§ What is needed: Could you return every line of the records below that contains the word "logged"?

§ Records from a data collection:

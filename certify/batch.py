"""``certify batch FILE -o OUT [--workers N] [--only KIND ...] [--cluster ADDRESS] [--timeout S]``.

FILE has one curve per line in the CURVE syntax; blank lines and lines beginning with ``#`` are
skipped. An optional label follows the curve — after a tab, after two or more spaces, or after the
closing ``]`` of a coefficient list (with optional punctuation such as ``:`` or ``,``) — and is the
whole rest of the line. Each curve gets a certificate of every kind this installation writes (torsion,
isogeny class, conductor, rank: ``certify.certificates.certifiers``), or those ``--only`` names (the option
may be repeated: ``--only torsion --only isogeny-class``), kept in OUT
(see ``certify.store``) under the curve's coefficients as given, with the label and the line number
in the certificate's ``metadata``. A curve given on two lines is certified once and reported with
both labels. A rerun skips what OUT holds and retries the rest, failures included.
The certificates are computed in N local processes (default: all cores) or, with ``--cluster``, by
the workers of a Dask distributed scheduler; only the main process writes to OUT.
"""
from __future__ import annotations

import json
import os
import re
import signal
import sqlite3
import subprocess
import sys
import threading
import time
from collections import Counter
from concurrent.futures import FIRST_COMPLETED, ThreadPoolExecutor, wait
from dataclasses import dataclass
from itertools import islice

from certify.certificates import certifiers, stamp, to_json
from certify.curves import CurveInputError, format_rational, parse_curve
from certify.store import open_store
from certify.verifier.digest import digest

class BatchInputError(Exception):
    """The batch file cannot be read at all."""


@dataclass(frozen=True)
class Task:
    """One certificate to make: the curve '[a1,a2,a3,a4,a6]', its kind, its label, the time limit, and the
    line of the batch file it comes from (None outside a batch)."""
    key: str
    kind: str
    label: str
    timeout: float | None
    line: int | None = None


LABEL_LEAD = re.compile(r"[\s:;,|]*(?:[-\u2013\u2014]\s+)?")
"""What may separate a label from the closing ']': spaces, ':', ';', ',', '|', or a dash and a space."""


def _is_curve(text: str) -> bool:
    try:
        parse_curve(text)
    except CurveInputError:
        return False
    return True


def split_line(line: str) -> tuple[str, str] | None:
    """(CURVE text, label) of a batch line, or None for a blank or comment line. The label is the whole
    rest of the line after a tab, after the closing ']' of a coefficient list, or after the first run of
    two or more spaces that ends a readable curve."""
    line = line.strip()
    if not line or line.startswith("#"):
        return None
    if "\t" in line:
        curve, _, label = line.partition("\t")
        return curve.strip(), label.strip()
    if line.startswith("["):
        end = line.find("]") + 1 or len(line)
        return line[:end], line[end:][LABEL_LEAD.match(line[end:]).end():].strip()
    for gap in re.finditer(r" {2,}", line):
        if _is_curve(line[:gap.start()]):
            return line[:gap.start()], line[gap.end():]
    return line, ""


def curve_key(a) -> str:
    """The curve as stored: '[a1,a2,a3,a4,a6]' with the coefficients as given, in lowest terms."""
    return "[" + ",".join(format_rational(c) for c in a) + "]"


def read_batch(path: str):
    """[(line number, curve key or None, label, error or None)] for the curve lines of the file."""
    try:
        with open(path, encoding="utf-8") as handle:
            lines = handle.read().splitlines()
    except (OSError, UnicodeDecodeError) as error:
        raise BatchInputError(f"cannot read {path}: {getattr(error, 'strerror', None) or error}")
    out = []
    for number, line in enumerate(lines, 1):
        parts = split_line(line)
        if parts is None:
            continue
        try:
            out.append((number, curve_key(parse_curve(parts[0])), parts[1], None))
        except CurveInputError as error:
            out.append((number, None, parts[1], f"line {number}: {parts[0][:60]!r}: {error}"))
    return out


def certify_one(task: Task) -> dict:
    """{"task", "document" (JSON text), "digest"} for one certificate, or {"task", "error"}: any failure of
    the certifier, or the time limit, becomes a one-line reason instead of stopping the batch. The limit
    is a SIGALRM, which reaches PARI only in a process's main thread: in the batch, a ChildCertifier's."""
    from cysignals.alarm import alarm, cancel_alarm
    from cysignals.signals import AlarmInterrupt

    timed = task.timeout is not None and threading.current_thread() is threading.main_thread()
    try:
        if timed:
            alarm(task.timeout)
        cert = stamp(certifiers()[task.kind](parse_curve(task.key)))
        if timed:
            cancel_alarm()
    except AlarmInterrupt:
        return {"task": task, "error": f"timed out after {task.timeout:g} s"}
    except Exception as error:  # a certifier bug on one curve must not stop a table of thousands
        if timed:
            cancel_alarm()
        return {"task": task, "error": f"{type(error).__name__}: {str(error).splitlines()[0][:200] if str(error) else ''}"}
    if task.label:
        cert["metadata"]["label"] = task.label
    if task.line is not None:
        cert["metadata"]["input_line"] = str(task.line)
    return {"task": task, "document": to_json(cert), "digest": digest(cert)}


def run_local(tasks, workers: int):
    """The results of certify_one over the tasks, in completion order, from ``workers`` child processes
    (see ChildCertifier), at most four tasks each in flight. The main process computes nothing, so
    that it can note a Ctrl-C at once and stop between two writes."""
    tasks = iter(tasks)
    with ThreadPoolExecutor(workers) as pool:
        pending = {pool.submit(ChildCertifier.run, task) for task in islice(tasks, 4 * workers)}
        try:
            while pending:
                done, pending = wait(pending, return_when=FIRST_COMPLETED)
                for future in done:
                    yield future.result()
                    pending |= {pool.submit(ChildCertifier.run, task) for task in islice(tasks, 1)}
        finally:
            for future in pending:
                future.cancel()
            ChildCertifier.stop_all()


class ChildCertifier:
    """certify_one in a private child process (``python -m certify.batch``), talking JSON lines over
    pipes; each thread that certifies has a child of its own. PARI may only be used from the thread
    that started it, and Dask workers run tasks in threads: the child's main thread runs them (so
    ``--timeout`` applies there too). Children run in a session of their own, so a Ctrl-C at the
    terminal reaches only the main process, which stops them (``stop_all``) when it is done."""

    local = threading.local()
    children: list = []

    @classmethod
    def run(cls, task: Task) -> dict:
        """certify_one(task), computed in this thread's child (started on first use)."""
        child = getattr(cls.local, "child", None)
        if child is None or child.poll() is not None:
            child = cls.local.child = subprocess.Popen([sys.executable, "-m", "certify.batch"], text=True,
                                                       stdin=subprocess.PIPE, stdout=subprocess.PIPE,
                                                       start_new_session=True)
            cls.children.append(child)
        try:
            child.stdin.write(json.dumps(task.__dict__) + "\n")
            child.stdin.flush()
            answer = child.stdout.readline()
        except (BrokenPipeError, ValueError):  # stopped by stop_all meanwhile
            answer = ""
        if not answer:
            return {"task": task, "error": f"the certifying process died (exit status {child.wait()})"}
        return {"task": task, **json.loads(answer)}

    @classmethod
    def run_all(cls, tasks: list) -> list:
        """[certify_one(task) for each task], computed in this thread's child."""
        return [cls.run(task) for task in tasks]

    @classmethod
    def stop_all(cls) -> None:
        """End every child this process started and wait for each."""
        while cls.children:
            child = cls.children.pop()
            child.kill()
            child.wait()


def serve() -> None:
    """The child's loop: one task as JSON per line in, one result as JSON per line out."""
    for line in sys.stdin:
        result = certify_one(Task(**json.loads(line)))
        del result["task"]
        print(json.dumps(result), flush=True)


CLUSTER_CHUNK = 16
"""Certificates per Dask task: one scheduler round trip per chunk, not per certificate."""


def run_cluster(tasks, address: str):
    """The results of certify_one over the tasks, from the workers of the Dask scheduler at ``address``;
    the tasks go in chunks of CLUSTER_CHUNK, at most four chunks per worker thread in flight, so a
    table of millions is never all submitted at once."""
    from distributed import Client, as_completed

    tasks = iter(tasks)
    chunks = iter(lambda: list(islice(tasks, CLUSTER_CHUNK)), [])
    with Client(address) as client:
        window = 4 * max(1, sum(client.nthreads().values()))
        pending = {client.submit(ChildCertifier.run_all, chunk, pure=False): chunk for chunk in islice(chunks, window)}
        running = as_completed(list(pending))
        for future in running:
            chunk = pending.pop(future)
            try:
                yield from future.result()
            except Exception as error:  # a worker lost while running the chunk
                yield from ({"task": task, "error": f"cluster: {type(error).__name__}: {error}"} for task in chunk)
            for chunk in islice(chunks, 1):
                future = client.submit(ChildCertifier.run_all, chunk, pure=False)
                pending[future] = chunk
                running.add(future)


def certify_all(tasks, workers: int | None, cluster: str | None):
    """The results of certify_one over the tasks: on the Dask scheduler ``cluster`` if given, else in
    ``workers`` local processes (default: one per core)."""
    return run_cluster(tasks, cluster) if cluster else run_local(tasks, workers or os.cpu_count() or 1)


class Progress:
    """Curves done, rate and time left: a bar redrawn on a terminal, a log line every 10 s otherwise,
    each beginning with the command's ``name``."""

    def __init__(self, total: int, done: int, stream=sys.stderr, name: str = "batch"):
        self.total, self.done, self.stream, self.name = total, done, stream, name
        self.start, self.first, self.logged = time.monotonic(), done, 0.0
        self.terminal = stream.isatty()

    def line(self) -> str:
        elapsed = time.monotonic() - self.start
        rate = (self.done - self.first) / elapsed if elapsed > 0 else 0.0
        left = f"{(self.total - self.done) / rate:.0f} s left" if rate > 0 else "time left unknown"
        return f"{self.done}/{self.total} curves, {rate:.1f} curves/s, {left}"

    def advance(self) -> None:
        self.done += 1
        now = time.monotonic()
        if self.terminal:
            filled = int(30 * self.done / max(self.total, 1))
            self.stream.write(f"\r[{'#' * filled}{'.' * (30 - filled)}] {self.line()}   ")
            self.stream.flush()
        elif now - self.logged >= 10 or self.done == self.total:
            self.logged = now
            print(f"{self.name}: {self.line()}", file=self.stream, flush=True)

    def close(self) -> None:
        if self.terminal:
            self.stream.write("\n")


def write_results(results, store, failures: list, open_kinds: Counter, progress, interrupted: list) -> int:
    """Store each result as it comes (a certificate, or a failure with its reason) and return how many
    certificates were written; stops after the result in hand when ``interrupted`` is set."""
    written = 0
    try:
        for result in results:
            task = result["task"]
            if "error" in result:
                store.fail(task.key, task.kind, task.label, result["error"])
                failures.append(f"{task.key}{' (' + task.label + ')' if task.label else ''} {task.kind}: {result['error']}")
            else:
                store.put(task.key, task.kind, task.label, result["document"], result["digest"])
                written += 1
            open_kinds[task.key] -= 1
            if open_kinds[task.key] == 0:
                progress.advance()
            if interrupted:
                break
    finally:
        results.close()
        progress.close()
        store.close()
    return written


def run_batch(path: str, out: str, workers: int | None = None, only: str | list | None = None,
              cluster: str | None = None, timeout: float | None = None) -> int:
    """Certify the table into OUT; returns the exit status (0 all done, 1 some failed, 2 the store could not
    be written, a full disk say, 130 interrupted). ``only``: a kind or a list of kinds (default: all)."""
    kinds = ([only] if isinstance(only, str) else list(dict.fromkeys(only))) if only else list(certifiers())
    lines = read_batch(path)
    store = open_store(out)
    tasks, failures, labels, first_line = [], [], {}, {}
    for number, key, label, error in lines:
        if error:
            failures.append(error)
        elif key in labels:
            print(f"batch: line {number} repeats the curve {key} of line {first_line[key]} (labels "
                  f"{labels[key]!r} and {label!r}); it is certified once, labelled {labels[key]!r}", file=sys.stderr)
        else:
            labels[key], first_line[key] = label, number
            tasks += [Task(key, kind, label, timeout, number) for kind in kinds if not store.has(key, kind)]
    open_kinds = Counter(task.key for task in tasks)
    progress = Progress(len(labels), len(labels) - len(open_kinds))
    interrupted = []
    results = certify_all(tasks, workers, cluster)
    # Ctrl-C is noted, not raised: the run stops between two writes, so none is ever cut short.
    previous = signal.signal(signal.SIGINT, lambda *_: interrupted.append(True))
    try:
        written = write_results(results, store, failures, open_kinds, progress, interrupted)
    except (OSError, sqlite3.Error) as error:  # a full disk: what is written is complete, the rest is not
        print(f"certify: cannot write to {out}: {error}; the certificates already there are complete, "
              "rerun to continue", file=sys.stderr)
        return 2
    finally:
        signal.signal(signal.SIGINT, previous)
    if interrupted:
        print(f"batch: interrupted; {written} certificates written to {out} are complete, rerun to continue",
              file=sys.stderr)
        return 130
    skipped = len(labels) * len(kinds) - len(tasks)
    print(f"batch: {len(labels)} curves, {written} certificates written, {skipped} already in {out}, "
          f"{len(failures)} failures", file=sys.stderr)
    for failure in failures:
        print(f"  failed: {failure}", file=sys.stderr)
    return 1 if failures else 0


if __name__ == "__main__":
    serve()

§ Worked solution:
        self.start, self.first, self.logged = time.monotonic(), done, 0.0
        elif now - self.logged >= 10 or self.done == self.total:
            self.logged = now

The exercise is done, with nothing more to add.